Strategic Intelligence for CFOs, Finance Directors, Controllers and Treasurers in Asia  | 
2012, May 24

Taking Your Place in China's Hong Kong Banquet

Taking Your Place in China's Hong Kong Banquet

by Cesar Bacani, 19 August 2011

If this is what happens when a top Chinese official drops in, Hong Kong’s business community must wish they come to the city more often.

 
On 17 August, Vice Premier Li Keqiang started a three-day visit with a bang by announcing a number of policy initiatives aimed at “taking Mainland-Hong Kong economic and financial cooperation to a new high.” These include:
 
  • Increasing Hong Kong’s access to China’s services sector
  • Consolidating and upgrading Hong Kong’s status as an international financial centre
  • Supporting Hong Kong’s drive to become an offshore renminbi centre
  • Backing Hong Kong’s participation in international and regional economic cooperation bodies
  • Helping companies in China and Hong Kong ‘go global’ together
  • Giving full play to Hong Kong’s role in the Pearl Delta metropolitan cluster
 
Many of these promises were hinted at in China’s 12th Five-Year Plan unveiled earlier this year, which contained a chapter on Hong Kong and Macau for the first time.

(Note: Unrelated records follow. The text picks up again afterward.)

# ---------------------------------------------------------------------------------------------
# Entry point
# ---------------------------------------------------------------------------------------------
def scenarios(product: Product, market: Market, *, spot_shifts=DEFAULT_SPOT,
              vol_shifts=DEFAULT_VOL, paths: int = DEFAULT_PATHS, sampler: str = "sobol",
              seed: int | None = None, replicates: int = DEFAULT_REPLICATES,
              steps_per_day: int = 1, daily_closes: bool = False, threads: int | None = None,
              source: str | None = None,
              progress: bool = False) -> ScenarioGrid:
    """The value of ``product`` over a grid of spot and vol moves, every cell on the same
    random numbers.

    Parameters
    ----------
    spot_shifts : str or sequence of float
        Relative moves of every spot of the product's assets together (each above -1), as
        ``"A:B:STEP"`` or a list; default ``"-0.3:0.3:0.1"``.
    vol_shifts : str or sequence of float
        Absolute moves of every vol (every pillar, every quote of a surface) of those assets;
        default ``"-0.05:0.05:0.05"``.

    Other arguments as for :func:`fairpath.price` (no control variates: each cell is a plain
    average on the common numbers). The base move 0 is added to an axis that lacks it, with a
    note; at most 41 points per axis.

    Examples
    --------
    >>> import fairpath as fp
    >>> from datetime import date
    >>> m = fp.Market(date(2026, 12, 1), "EUR", fp.DiscountCurve.flat(0.05),
    ...               (fp.Asset("NORDA", 100.0, fp.VolCurve.flat(0.2)),))
    >>> call = fp.European(asset="NORDA", right="call", strike=100.0, expiry=date(2027, 12, 1))
    >>> g = fp.scenarios(call, m, spot_shifts=[-0.1, 0.0, 0.1], vol_shifts=[0.0], paths=4096)
    >>> g.changes[0][0] < 0 < g.changes[0][2]
    True
    """
    spot_pts, spot_notes = shift_list(spot_shifts, "--spot")
    vol_pts, vol_notes = shift_list(vol_shifts, "--vol")
    source = source or product.source
    settings = Settings(paths=paths, sampler=sampler, seed=seed, replicates=replicates,
                        control=False, threads=threads, steps_per_day=steps_per_day,
                        daily_closes=daily_closes,
                        progress=progress)
    settings.make_sampler()  # refuse bad sampler settings before anything else
    product.check(market, source)
    product = settle([product.struck(market)], market, source)[0]
    market, div_notes = prepare([product], market, source)
    names = product.underlyings()

    # every cell's market, built (and refused) before any simulation
    cells: list[tuple[int, int, Market]] = []
    for i, v in enumerate(vol_pts):
        mv = market if v == 0 else _vol_moved(market, names, v)
        for j, s in enumerate(spot_pts):
            if v == 0 and s == 0:
                continue  # the base: the market itself, first in every run
            cells.append((i, j, mv if s == 0 else _spot_moved(mv, names, s)))

    shape = (len(vol_pts), len(spot_pts))
    values, errs = np.zeros(shape), np.zeros(shape)
    changes, change_errs = np.zeros(shape), np.zeros(shape)
    bi, bj = vol_pts.index(0.0), spot_pts.index(0.0)
    chunks = [cells[k:k + RUN_CELLS] for k in range(0, len(cells), RUN_CELLS)] or [[]]
    run_notes: list[str] = []
    res = None
    bar = None
    if progress and len(chunks) > 1:  # one bar over the runs; none per run
        from tqdm.auto import tqdm

        bar = tqdm(total=len(cells) + 1, unit="cell", leave=False,
                   desc=f"{product.label()[:30]} grid")
        settings = dataclasses.replace(settings, progress=False)
    try:
        for chunk in chunks:
            res = run([product], [market, *(m for _, _, m in chunk)], settings, source=source)
            if res.sim.steps == 0:
                raise InputError("nothing left to simulate: every level the payoff needs is "
                                 "known, so every cell is the same fixed amount",
                                 source=source)
            if not run_notes:
                run_notes = list(res.notes)
            combo = res.weighted(0)
            values[bi, bj], errs[bi, bj] = combo({0: 1.0})
            for k, (i, j, _) in enumerate(chunk, start=1):
                values[i, j], errs[i, j] = combo({k: 1.0})
                changes[i, j], change_errs[i, j] = combo({k: 1.0, 0: -1.0})
            if bar is not None:
                bar.update(len(chunk) + (1 if chunk is chunks[0] else 0))
    finally:
        if bar is not None:
            bar.close()
    bad = ~np.isfinite(values) | ~np.isfinite(errs)
    if bad.any():
        i, j = np.argwhere(bad)[0]
        raise InputError(f"the value under a spot move of {spot_pts[j]:g} and a vol move of "
                         f"{vol_pts[i]:g} is not a finite number (check the quantity or "
                         "notional)", source=source)
    notes = [*spot_notes, *vol_notes, *div_notes, *run_notes]
    if len(chunks) > 1:
        notes.append(f"{len(cells) + 1} cells simulated in {len(chunks)} runs of the same "
                     "random numbers, each with the base cell")
    if product.payoff_jumps:
        notes.append(f"the {product.kind} payoff jumps: a cell's change counts the paths that "
                     "cross a trigger, and its error bar can be unreliable when few do")

    def rows(a: np.ndarray) -> tuple[tuple[float, ...], ...]:
        return tuple(tuple(float(x) for x in r) for r in a)

    smp = res.sampler
    return ScenarioGrid(float(values[bi, bj]), float(errs[bi, bj]), spot_pts, vol_pts,
                        rows(values), rows(errs), rows(changes), rows(change_errs),
                        market.currency, res.paths, smp.name, smp.seed, tuple(notes),
                        product.label())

What Li has done is put a bit more meat on the bare bones. The fact that the 56-year-old former provincial governor is widely seen as the successor to Premier Wen Jiabao, who is due to retire next year, confers added significance to his words.
 
The pronouncements apply not only to domestically owned Hong Kong companies, but also to foreign entities that have set up business in the city. The Closer Economic Partnership Arrangement (CEPA) between China and Hong Kong signed in 2003 is nationality-blind – ownership or source of capital has no bearing on whether a company can benefit from CEPA.
 
Under the free trade agreement, a “legal entity duly constituted or otherwise organised under the applicable laws of Hong Kong and has engaged in substantive business operations in Hong Kong for three to five years” is eligible to become a Hong Kong Service Supplier – and could thus enjoy preferential treatment in the Mainland.   
 
Juicier Dim Sum
Not surprisingly in a city that thrives on financial services, Li’s words on Hong Kong as an offshore renminbi centre attracted attention. “We will have more Mainland-based financial institutions issuing RMB-denominated bonds in Hong Kong, allow Mainland enterprises to issue RMB bonds in Hong Kong, and raise the amount of RMB bonds issued by mainland institutions in Hong Kong,” Li declared.
 
There’s a lot of money to tap. Hong Kong’s banking system is flush with renminbi deposits – RMB553.6 billion (US$86.8 billion) as of 30 June 2011, according to the Hong Kong Monetary Authority. The outstanding renminbi-denominated debt (known as dim-sum bonds) in the same period is estimated at just RMB131 billion (US$20.5 billion) – equivalent to 24% of the renminbi accounts.
 
Moody’s Investors Service attributes the bulging renminbi deposits in Hong Kong to the “hundreds of billions of dollars’ worth of annual Chinese merchandise trade” which under prevailing regulations “has been driving the outflow of RMB to the offshore market.” In contrast, says the credit rating agency, “the difficulties in wiring bond proceeds back to China [have] constrained the issuance size of dim-sum bonds.